Stored data.
▬▬▬
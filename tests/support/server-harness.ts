import { mkdtempSync, rmSync } from 'node:fs'
import type { AddressInfo } from 'node:net'
import { tmpdir } from 'node:os'
import { join } from 'node:path'
import { Writable } from 'node:stream'
import { pino } from 'pino'
import { createApp } from '../../server/app.ts'
import { createDesign } from '../../server/commands/create-design.ts'
import { createPerson } from '../../server/commands/create-person.ts'
import { createStation } from '../../server/commands/create-station.ts'
import { createToken } from '../../server/commands/create-token.ts'
import { releaseRevision } from '../../server/commands/revisions/release-revision.ts'
import { submitRevision } from '../../server/commands/revisions/submit-revision.ts'
import { openDatabase } from '../../server/db/connection.ts'
import { migrate } from '../../server/db/migrate.ts'
import { transaction } from '../../server/db/transaction.ts'
import { type Deps, defaultQuotas } from '../../server/http/deps.ts'
import { createServer } from '../../server/http/http-server.ts'
import { hashPassword } from '../../server/http/passwords.ts'
import { errorFacts } from '../../server/http/request-log.ts'
import { openLedger } from '../../server/ledger/open-ledger.ts'
import { startSequencer } from '../../server/ledger/sequencer.ts'
import { newSetupSecret } from '../../server/policies/setup-secret.ts'
import type { Role, Scope } from '../../shared/contract/primitives.ts'
import type { Json } from '../../shared/ledger/canonical.ts'
import { type TestDatabase, testDatabase } from './database.ts'
import { unipolar } from './server-factories.ts'

export const testPassword = 'a password for tests only'

/** One app on one database, listening on loopback, with a clock that tests set. */
export type Harness = Awaited<ReturnType<typeof serverHarness>>
export type LogLine = {
  level: string
  msg?: string
  status?: number
  problem?: string
  [field: string]: unknown
}

type Options = { quotas?: Partial<Deps['quotas']>; config?: Partial<Deps['config']>; database?: TestDatabase }

export async function serverHarness(options: Options = {}) {
  const test = options.database ?? (await testDatabase())
  await migrate(test.adminUrl, test.url)
  const database = openDatabase(test.url)
  const dir = mkdtempSync(join(tmpdir(), 'ogee-server-test-'))
  const clock = { shiftMs: 0 }
  const now = () => new Date(Date.now() + clock.shiftMs)
  const log: LogLine[] = []
  const logger = testLogger(log)
  const opened = await openLedger(database, {
    keyFile: join(dir, 'ledger.key'),
    ledgerName: 'test/ledger',
    now,
  })
  const sequencer = startSequencer(database, opened.signer, now, logger)
  const deps: Deps = {
    ...opened,
    database,
    notifyLedger: sequencer.notify,
    now,
    logger,
    config: {
      baseUrl: null,
      tls: null,
      trustedHops: 0,
      webRoot: join(dir, 'web'),
      dev: false,
      selfRelease: false,
      ...options.config,
    },
    setup: newSetupSecret(),
    quotas: { ...defaultQuotas, ...options.quotas },
    checkReplies: true,
  }
  const served = await listen(deps)
  return {
    ...served,
    test,
    database,
    deps,
    dir,
    clock,
    log,
    sequencer,
    close: async () => {
      await served.stop()
      await sequencer.stop()
      await database.close()
      rmSync(dir, { recursive: true, force: true })
      if (!options.database) await test.drop()
    },
  }
}

/** The app of some dependencies on a free port: a second call makes a second server on the same database. */
export async function listen(deps: Deps) {
  const app = createApp(deps)
  const server = createServer(app.express, null)
  await new Promise<void>((resolve) => server.listen(0, '127.0.0.1', resolve))
  const { port } = server.address() as AddressInfo
  return {
    url: `http://127.0.0.1:${port}`,
    port,
    stop: async () => {
      app.stop()
      server.closeAllConnections()
      await new Promise((resolve) => server.close(resolve))
    },
  }
}

function testLogger(log: LogLine[]) {
  const sink = new Writable({
    write: (chunk: Buffer, _, done) => {
      log.push(JSON.parse(chunk.toString('utf8')) as LogLine)
      done()
    },
  })
  return pino(
    { level: 'debug', formatters: { level: (level) => ({ level }) }, serializers: { err: errorFacts } },
    sink,
  )
}

let passwordHash: Promise<string> | undefined

export async function addPerson(
  { deps, database }: Pick<Harness, 'deps' | 'database'>,
  role: Role,
  email = `${role}@example.org`,
) {
  passwordHash ??= hashPassword(testPassword)
  const hash = await passwordHash
  return transaction(database, (sql) =>
    createPerson(database.models, sql, {
      name: `Test ${role}`,
      email,
      role,
      passwordHash: hash,
      at: deps.now(),
      by: 'tests',
    }),
  )
}

export async function addStation({ deps }: Pick<Harness, 'deps'>, name: string) {
  return createStation(deps, name)
}

export async function addToken(
  { deps }: Pick<Harness, 'deps'>,
  scopes: Scope[],
  station: string | null = null,
  more: { designs?: string[] | null; days?: number } = {},
) {
  const asked = { name: 'Test token', scopes, station, designs: more.designs ?? null, days: more.days ?? 30 }
  return createToken(deps, asked, 'tests')
}

/** A design with revision 1 released, the unipolar example unless told otherwise. */
export async function addDesign({ deps }: Pick<Harness, 'deps'>, key: string, document: Json = unipolar()) {
  const author = { kind: 'person', id: '00000000-0000-7000-8000-00000000000a', name: 'Author' } as const
  await createDesign(deps, { key, document, author })
  await submitRevision(deps, { key, number: 1, by: author, ifMatch: null })
  const releaser = { kind: 'person', id: 'b', name: 'Releaser' } as const
  await releaseRevision(deps, { key, number: 1, by: releaser, ifMatch: null })
}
▬▬▬
Exercise prompt. Copy out each line of the data that includes the string "openLedger".

Solved exercise.
import { openLedger } from '../../server/ledger/open-ledger.ts'
  const opened = await openLedger(database, {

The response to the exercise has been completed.